**Try it**.
Scan the records below. Report the number of lines containing the word "toEqual", and nothing more.

#####

import { HttpEventType, provideHttpClient } from '@angular/common/http';
import { HttpTestingController, provideHttpClientTesting } from '@angular/common/http/testing';
import { HarnessLoader } from '@angular/cdk/testing';
import { TestbedHarnessEnvironment } from '@angular/cdk/testing/testbed';
import { ComponentFixture, TestBed } from '@angular/core/testing';
import { MatButtonHarness } from '@angular/material/button/testing';
import { MatProgressBarHarness } from '@angular/material/progress-bar/testing';
import { By } from '@angular/platform-browser';
import type { Booking, BookingAttachment } from '@tunnelwright/contracts';
import { FileDropZone } from '../shared/file-drop-zone';
import { BookingSummary } from './booking-summary';
import { bookingFixture, fixtureBookingId } from './testing/booking-fixtures';

const uploadUrl = `/api/bookings/${fixtureBookingId}/attachments`;

const drawing: BookingAttachment = { id: '1f2e3d4c-5b6a-4978-8a9b-0c1d2e3f4a5b', filename: 'front-elevation.pdf', contentType: 'application/pdf', sizeBytes: 2048, sha256: 'ab', createdAt: '2030-09-01T09:00:00.000Z' };

const booking = (overrides: Partial<Booking> = {}) => bookingFixture({ attachments: [drawing], ...overrides });

function render(value: Booking, mayAttach = true): { fixture: ComponentFixture<BookingSummary>; loader: HarnessLoader; backend: HttpTestingController; text: () => string } {
  TestBed.configureTestingModule({ imports: [BookingSummary], providers: [provideHttpClient(), provideHttpClientTesting()] });
  const fixture = TestBed.createComponent(BookingSummary);
  fixture.componentRef.setInput('booking', value);
  fixture.componentRef.setInput('mayAttach', mayAttach);
  fixture.detectChanges();
  return { fixture, loader: TestbedHarnessEnvironment.loader(fixture), backend: TestBed.inject(HttpTestingController), text: () => (fixture.nativeElement as HTMLElement).textContent ?? '' };
}

/** Drops files on the shared drop zone, the way a browser hands them over. */
async function drop(fixture: ComponentFixture<BookingSummary>, ...files: File[]): Promise<void> {
  const zone = fixture.debugElement.query(By.directive(FileDropZone)).query(By.css('.zone'));
  zone.triggerEventHandler('drop', { preventDefault: () => undefined, dataTransfer: { files } });
  await fixture.whenStable();
}

const file = (name: string, bytes = 64) => new File([new Uint8Array(bytes)], name);
const addButton = (loader: HarnessLoader) => loader.getAllHarnesses(MatButtonHarness.with({ text: /Add drawings or photos/ }));

describe('BookingSummary adding files to an existing booking', () => {
  it('sends a dropped photo at once with its own progress, then lists it with the booking’s documents', async () => {
    const { fixture, loader, backend } = render(booking());
    await (await addButton(loader))[0]!.click();
    await drop(fixture, file('rig-photo.png'));
    const upload = backend.expectOne(uploadUrl);
    expect(upload.request.method).toBe('POST');
    expect((upload.request.body as FormData).getAll('files').map((sent) => (sent as File).name)).toEqual(['rig-photo.png']);
    upload.event({ type: HttpEventType.UploadProgress, loaded: 16, total: 64 });
    const progress = await loader.getHarness(MatProgressBarHarness.with({ selector: '[aria-label="Sending rig-photo.png"]' }));
    expect(await progress.getValue()).toBe(25);
    upload.flush([{ ...drawing, id: '5c6d7e8f-9a0b-4c1d-8e2f-3a4b5c6d7e8f', filename: 'rig-photo.png', contentType: 'image/png', sizeBytes: 64 }]);
    await fixture.whenStable();
    const documents = [...(fixture.nativeElement as HTMLElement).querySelectorAll('tw-booking-attachment-list .attachment > span')].map((row) => row.textContent?.trim());
    expect(documents).toEqual(['front-elevation.pdf (2.0 kB)', 'rig-photo.png (64 B)']);
    expect((fixture.nativeElement as HTMLElement).querySelector('[role="status"]')?.textContent).toContain('Attached rig-photo.png.');
    // Stored, so it leaves the list of files still to send.
    expect((fixture.nativeElement as HTMLElement).querySelector('[aria-label="Chosen files"]')).toBeNull();
  });

  it('refuses a file type the API does not take without sending it, and retries only the file that failed', async () => {
    const { fixture, loader, backend, text } = render(booking({ state: 'requested', holdExpiresAt: '2099-01-01T00:00:00.000Z' }));
    await (await addButton(loader))[0]!.click();
    await drop(fixture, file('notes.docx'));
    expect(text()).toContain('notes.docx: only PDF, PNG, JPEG, DWG and DXF files are accepted.');
    backend.expectNone(uploadUrl);

    await drop(fixture, file('plan-view.pdf'), file('side-view.pdf'));
    const [plan, side] = backend.match(uploadUrl);
    plan!.flush({ title: 'Invalid request', detail: 'plan-view.pdf is not a valid .pdf file' }, { status: 400, statusText: 'Bad Request' });
    side!.flush([{ ...drawing, id: '6d7e8f9a-0b1c-4d2e-8f3a-4b5c6d7e8f9a', filename: 'side-view.pdf' }]);
    await fixture.whenStable();
    expect(text()).toContain('One file could not be attached.');
    expect(text()).toContain('plan-view.pdf is not a valid .pdf file');

    // A file added meanwhile goes on its own; the failed one waits for the user to ask.
    await drop(fixture, file('wheel-detail.jpg'));
    const added = backend.expectOne(uploadUrl);
    expect((added.request.body as FormData).getAll('files').map((sent) => (sent as File).name)).toEqual(['wheel-detail.jpg']);
    added.flush([{ ...drawing, id: '8f9a0b1c-2d3e-4f4a-8b5c-6d7e8f9a0b1c', filename: 'wheel-detail.jpg', contentType: 'image/jpeg' }]);
    await fixture.whenStable();

    await (await loader.getHarness(MatButtonHarness.with({ text: 'Try again' }))).click();
    const retry = backend.expectOne(uploadUrl);
    expect((retry.request.body as FormData).getAll('files').map((sent) => (sent as File).name)).toEqual(['plan-view.pdf']);
    retry.flush([{ ...drawing, id: '7e8f9a0b-1c2d-4e3f-8a4b-5c6d7e8f9a0b', filename: 'plan-view.pdf' }]);
    await fixture.whenStable();
    expect(text()).not.toContain('could not be attached');
    expect(text()).toContain('plan-view.pdf');
    backend.verify();
  });

  it('offers no way to add files to a closed booking, a lapsed hold, or a viewer whose role may not', async () => {
    expect(await addButton(render(booking({ state: 'cancelled' })).loader)).toHaveLength(0);
    TestBed.resetTestingModule();
    expect(await addButton(render(booking({ state: 'quoted', holdExpiresAt: '2020-01-01T00:00:00.000Z' })).loader)).toHaveLength(0);
    TestBed.resetTestingModule();
    expect(await addButton(render(booking({ state: 'in_test' }), false).loader)).toHaveLength(0);
    TestBed.resetTestingModule();
    expect(await addButton(render(booking({ state: 'in_test' })).loader)).toHaveLength(1);
  });
});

#####

**Output**.
4